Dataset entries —
■ ■ ■ ■ ■

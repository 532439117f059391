/**
 * The thin-block products of block-ops.ts with a large block A (the Krylov basis, rows × p,
 * column-major, p up to a few hundred) as WebAssembly SIMD kernels (two doubles per vector),
 * over a shared memory that holds A itself (`kernelBlock` allocates the basis there).
 *
 * Two products, each with the operations of block-ops.ts's plain loops in the same order for
 * every entry, so the results are bit-identical to them (and thread shares by rows change
 * nothing but where the rows are computed):
 *
 *   dots     out(h, j) += Σ_{r ∈ chunk} A(r, h) B(r, j)   (transposeTimes)
 *            The chunk of B (at most ROW_CHUNK rows, the chunks of block-ops.ts) is staged
 *            row-major with its columns paired, so B(r, j), B(r, j+1) is one vector; each lane
 *            sums one (h, j) over the chunk's rows in order from zero, as dots3x3's scalar sums
 *            do, and the sums are added to out after the chunk. Tiles of u ≤ 4 columns of A and
 *            v ≤ 2 column pairs of B: per row, u broadcasts of A(r, h), v loads of B, u·v
 *            multiply-adds into u·v accumulators (≤ 8 + 2 + 2 live vector values).
 *   combine  C(r, j) += Σ_{v<6} T(v, j) A(r, l_v)           (addTimesSmall, timesSmallInPlace)
 *            One panel of six columns of A (block-ops.ts panelCoefficients: the columns l_v are
 *            passed one by one, so the last panel's overlap and a repeated column need nothing
 *            here) against every column j of the staged chunk of C (column-major, rows in pairs):
 *            the six coefficients of column j broadcast into locals, then per row pair the
 *            six-term sum (((T0 A0 + T1 A1) + T2 A2) + …) + C, as the panel6x6 expression.
 *            An odd last row of a chunk is left to the caller.
 *
 * Memory (`kernelBlock`, byte offsets): the block (its `length` doubles) from 0, then one staging
 * region of STAGE_DOUBLES per thread that may take a row share (region 0: the thread that owns
 * the block; region t: helper t − 1): the staged chunk of B or C, the coefficients T and the
 * sums out. Untouched pages of a region cost no resident memory. The registry maps a block's
 * buffer to its memory, so block-ops.ts finds the kernels from the array alone; a helper thread
 * registers the buffer its job brought (`adoptHome`). A product whose A is not in a kernel block
 * (the M- and K-images of a Rayleigh–Ritz basis, a thin block against itself) runs in this
 * thread's own scratch memory with A's rows staged too, when p and q are wide enough
 * (STAGED_MIN_COLUMNS; copying a row of A costs about p multiply-adds' time, the product p·q).
 *
 * kernelBlock returns null where WebAssembly, its SIMD or shared memory is missing, when the
 * kernels are switched off (useSimdBlockKernels), or past 4 GiB; the plain loops then run.
 */
import { addTo, assembleModule, countdown, Locals, loopUntil, mulAddTo, op } from '../wasm/wasm-bytes.js';
import { switchableModule, instantiate, MAX_PAGES, PAGE_BYTES, sharedMemory, type WasmMemory } from '../wasm/wasm-runtime.js';

/** Doubles of one thread's staging region (2 MiB; only what a product uses is touched). */
const STAGE_DOUBLES = 1 << 18;

/** A block in a shared WebAssembly memory, with its staging regions. */
export interface BlockHome {
  memory: WasmMemory;
  /** Tells memories apart in a helper thread, where each job brings a fresh copy of this object. */
  id: number;
  /** First double of staging region 0 (after the block). */
  stageAt: number;
  regions: number;
}

type Dots = (pA: number, ldA: number, groups: number, pB: number, ldB: number, rows: number, pOut: number, ldOut: number) => void;
type Combine = (a0: number, a1: number, a2: number, a3: number, a4: number, a5: number, pairs: number, pT: number, q: number, pC: number, ldC: number) => void;

/** This thread's kernels over one block's memory. */
interface BoundKernels {
  heap: Float64Array;
  /** dots[u][v]: u = 1 … 4 columns of A, v = 1 … 2 column pairs of B. */
  dots: Dots[][];
  combine: Combine;
}

const { localGet: get, localSet: set, i32Const: i32, i32Add: ADD, i32Mul: MUL } = op;
const { v128Load: vload, v128Splat64: vsplat, v128Zero: vzero, v128Store: vstore, f64x2Add: vadd, f64x2Mul: vmul, f64x2ExtractLane: lane } = op;

/** dots(pA, ldA, groups, pB, ldB, rows, pOut, ldOut), addresses and strides in bytes. */
function dotsBody(u: number, v: number): number[] {
  const locals = new Locals(8);
  const [pA, ldA, groups, pB, ldB, rows, pOut, ldOut] = locals.params;
  const pa = locals.i32(u); // A(r, h) of the current row
  const pb = locals.i32();
  const left = locals.i32();
  const addr = locals.i32();
  const acc = locals.v128(u * v); // acc[h·v + e]: lanes (h, 2e), (h, 2e + 1)
  const b = locals.v128(v);
  const s = locals.v128();
  const group: number[] = [];
  for (let q = 0; q < u * v; q++) group.push(...vzero, ...set(acc + q));
  for (let h = 0; h < u; h++) group.push(...get(pA), ...(h > 0 ? [...get(ldA), ...i32(h), ...MUL, ...ADD] : []), ...set(pa + h));
  group.push(...get(pB), ...set(pb), ...get(rows), ...set(left));
  // one row: B(r, 2e … 2e+1) for each pair, then each A(r, h) against them
  const row: number[] = [];
  for (let e = 0; e < v; e++) row.push(...get(pb), ...vload(16 * e), ...set(b + e));
  for (let h = 0; h < u; h++) {
    row.push(...get(pa + h), ...vsplat(0), ...set(s));
    for (let e = 0; e < v; e++) row.push(...mulAddTo(acc + h * v + e, s, b + e));
    row.push(...addTo(pa + h, i32(8)));
  }
  row.push(...addTo(pb, get(ldB)));
  group.push(...countdown(left, row));
  // out(h, 2e + l) += lane l of acc[h][e]
  for (let e = 0; e < v; e++) {
    for (let l = 0; l < 2; l++) {
      group.push(...get(pOut), ...get(ldOut), ...i32(2 * e + l), ...MUL, ...ADD, ...set(addr));
      for (let h = 0; h < u; h++) group.push(...get(addr), ...get(addr), ...op.f64Load(8 * h), ...get(acc + h * v + e), ...lane(l), ...op.f64Add, ...op.f64Store(8 * h));
    }
  }
  // the next group of u columns of A and rows of out
  group.push(...addTo(pA, [...get(ldA), ...i32(u), ...MUL]), ...addTo(pOut, i32(8 * u)));
  return locals.body(countdown(groups, group));
}

/** combine(a0 … a5, pairs, pT, q, pC, ldC), addresses and strides in bytes. */
function combineBody(): number[] {
  const locals = new Locals(11);
  const params = locals.params;
  const pa = params.slice(0, 6);
  const [pairs, pT, q, pC, ldC] = params.slice(6);
  const o = locals.i32(); // byte offset of the row pair
  const end = locals.i32();
  const c = locals.i32();
  const t = locals.v128(6);
  const acc = locals.v128();
  const x = locals.v128();
  const column: number[] = [];
  // T(0 … 5, j) broadcast
  for (let w = 0; w < 6; w++) column.push(...get(pT), ...vsplat(8 * w), ...set(t + w));
  column.push(...i32(0), ...set(o));
  // C(r, j) += (((T0 A(r, l0) + T1 A(r, l1)) + …) + T5 A(r, l5)), two rows at a time
  const pair: number[] = [...get(pa[0]), ...get(o), ...ADD, ...vload(0), ...get(t), ...vmul, ...set(acc)];
  for (let w = 1; w < 6; w++) pair.push(...get(pa[w]), ...get(o), ...ADD, ...vload(0), ...set(x), ...mulAddTo(acc, x, t + w));
  pair.push(...get(pC), ...get(o), ...ADD, ...set(c), ...get(c), ...get(c), ...vload(0), ...get(acc), ...vadd, ...vstore(0));
  pair.push(...addTo(o, i32(16)));
  column.push(...loopUntil([...get(o), ...get(end), ...op.i32GeU], pair));
  column.push(...addTo(pT, i32(48)), ...addTo(pC, get(ldC)));
  return locals.body([...get(pairs), ...i32(16), ...MUL, ...set(end), ...countdown(q, column)]);
}

/** The module's bytes (compiled once below; exported for the disassembly snapshot test). */
export function blockModuleBytes(): Uint8Array {
  const functions = [{ params: 11, name: 'combine', body: combineBody() }];
  for (let u = 1; u <= 4; u++) for (let v = 1; v <= 2; v++) functions.push({ params: 8, name: `d${u}${v}`, body: dotsBody(u, v) });
  return assembleModule(MAX_PAGES, functions);
}

const kernelModule = switchableModule(blockModuleBytes);
let blockCount = 0;

/**
 * Turns the SIMD block kernels on or off for blocks allocated from now on (default on where
 * available); the plain loops of block-ops.ts compute the same bits. Returns whether they are
 * in use. For tests and benchmarks of the fallback.
 */
export function useSimdBlockKernels(on: boolean): boolean {
  return kernelModule.use(on);
}

/** Each kernel block's memory, by its buffer (this thread's registry). */
const homes = new WeakMap<ArrayBufferLike, BlockHome>();

/** A memory of `length` doubles and `regions` staging regions, registered; null when unavailable. */
function allocate(length: number, regions: number): BlockHome | null {
  if (!kernelModule.inUse()) return null;
  const stageAt = Math.ceil(length / 2) * 2;
  const pages = Math.ceil((8 * (stageAt + regions * STAGE_DOUBLES)) / PAGE_BYTES);
  if (pages > MAX_PAGES - 1) return null;
  let memory: WasmMemory;
  try {
    memory = sharedMemory(Math.max(1, pages));
  } catch {
    return null;
  }
  const home = { memory, id: ++blockCount + Math.random(), stageAt, regions };
  homes.set(memory.buffer, home);
  return home;
}

/**
 * `length` zeroed doubles in a shared WebAssembly memory with `regions` staging regions after
 * them; null when the kernels are off or unavailable, or past 4 GiB.
 */
export function kernelBlock(length: number, regions: number): Float64Array | null {
  const home = allocate(length, regions);
  return home === null ? null : new Float64Array(home.memory.buffer, 0, length);
}

/** This thread's own staging memory for products whose A is not in a kernel block (made on first use). */
let scratch: BlockHome | null | undefined;
function scratchHome(): BlockHome | null {
  if (scratch === undefined) scratch = allocate(0, 1);
  return scratch;
}

/** The memory `a` lives in, when it is a kernel block (or a part of one) known to this thread. */
export function homeOf(a: Float64Array): BlockHome | undefined {
  return homes.get(a.buffer);
}

/** Makes `a`'s buffer known as a view of `home` (a helper thread, for the arrays its job brought). */
export function adoptHome(a: Float64Array, home: BlockHome): void {
  homes.set(a.buffer, home);
}

/**
 * Instances by memory id, weakly held: a helper gets a fresh copy of the memory object with
 * every job and must not keep a dead basis alive; an instance costs ~25 µs.
 */
const bound = new Map<number, WeakRef<BoundKernels>>();

/** This thread's kernels over `home`'s memory. */
function kernelsOf(home: BlockHome): BoundKernels {
  const known = bound.get(home.id)?.deref();
  if (known !== undefined) return known;
  const exports = instantiate(kernelModule.compiled()!, home.memory);
  const dots = [[], ...[1, 2, 3, 4].map((u) => [() => {}, exports[`d${u}1`], exports[`d${u}2`]])] as Dots[][];
  const kernels: BoundKernels = { heap: new Float64Array(home.memory.buffer), dots, combine: exports.combine as Combine };
  // forget the ids whose instances were collected
  if (bound.size > 16) for (const [id, ref] of bound) if (ref.deref() === undefined) bound.delete(id);
  bound.set(home.id, new WeakRef(kernels));
  return kernels;
}

/** Where a product runs in the kernels: A's block and the thread's region there, or this thread's scratch with A staged. */
interface KernelPlace {
  home: BlockHome;
  region: number;
  /** A's rows are copied into the region a chunk at a time (A is not in a kernel block). */
  staged: boolean;
}

/** Fewest multiply-adds for which a product runs in the kernels (staging and calls cost more below; our choice). */
const KERNEL_MIN_WORK = 20_000;
/**
 * Fewest columns of A and of B for which A is staged for the dots kernels, and of C for the
 * combine kernel: copying A's rows costs about p multiply-adds' time per row (our choice; on
 * tet26k's 26,265 rows with p = 100, q = 6 the staged VᵀX ran at 0.5–1.4× the plain loop's
 * time and the staged X − V S at 0.95–2.3×, on a loaded machine, so combinations of six columns
 * stay plain).
 */
const STAGED_MIN_COLUMNS = 4;
const STAGED_COMBINE_MIN_COLUMNS = 12;
/** Fewest and most rows per staged chunk of the combine kernel. */
const COMBINE_CHUNK_MIN = 64;
const COMBINE_CHUNK_MAX = 512;
/** Rows per chunk of the dots kernels: block-ops.ts ROW_CHUNK, whose chunks the sums follow. */
const DOTS_CHUNK = 512;

/**
 * Where the product of A (rows × p) with q columns runs in the kernels (`dots`: AᵀB, `combine`:
 * C + A T), or null for the plain loops: too little work, the kernels off or unavailable, A not
 * in a kernel block and too narrow to stage, or the staging not fitting in a region.
 */
export function kernelPlace(a: Float64Array, region: number, rows: number, p: number, q: number, kind: 'dots' | 'combine'): KernelPlace | null {
  if (rows * p * q < KERNEL_MIN_WORK || !kernelModule.inUse()) return null;
  const home = homeOf(a);
  const inPlace = home !== undefined && region < home.regions;
  if (!inPlace && (p < STAGED_MIN_COLUMNS || q < (kind === 'dots' ? STAGED_MIN_COLUMNS : STAGED_COMBINE_MIN_COLUMNS))) return null;
  // doubles of the region used: out, B's chunk (and A's) for dots; T, C's chunk (and A's) for combine
  const staged = inPlace ? 0 : p;
  const need = kind === 'dots' ? 2 * ((q + 1) >> 1) * (p + DOTS_CHUNK) + DOTS_CHUNK * staged : Math.ceil(p / 6) * q * 6 + 2 + COMBINE_CHUNK_MIN * (q + staged);
  if (need > STAGE_DOUBLES) return null;
  if (inPlace) return { home, region, staged: false };
  const own = scratchHome();
  return own === null ? null : { home: own, region: 0, staged: true };
}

■ ■ ■ ■ ■

DIRECTIONS FOR THIS TASK — Starting with the line that holds "coefficients T and the" and ending with the line that holds "alone; a helper thread", retype every line in the data above exactly, and nothing else.

WRITTEN RESPONSE —
 * the block; region t: helper t − 1): the staged chunk of B or C, the coefficients T and the
 * sums out. Untouched pages of a region cost no resident memory. The registry maps a block's
 * buffer to its memory, so block-ops.ts finds the kernels from the array alone; a helper thread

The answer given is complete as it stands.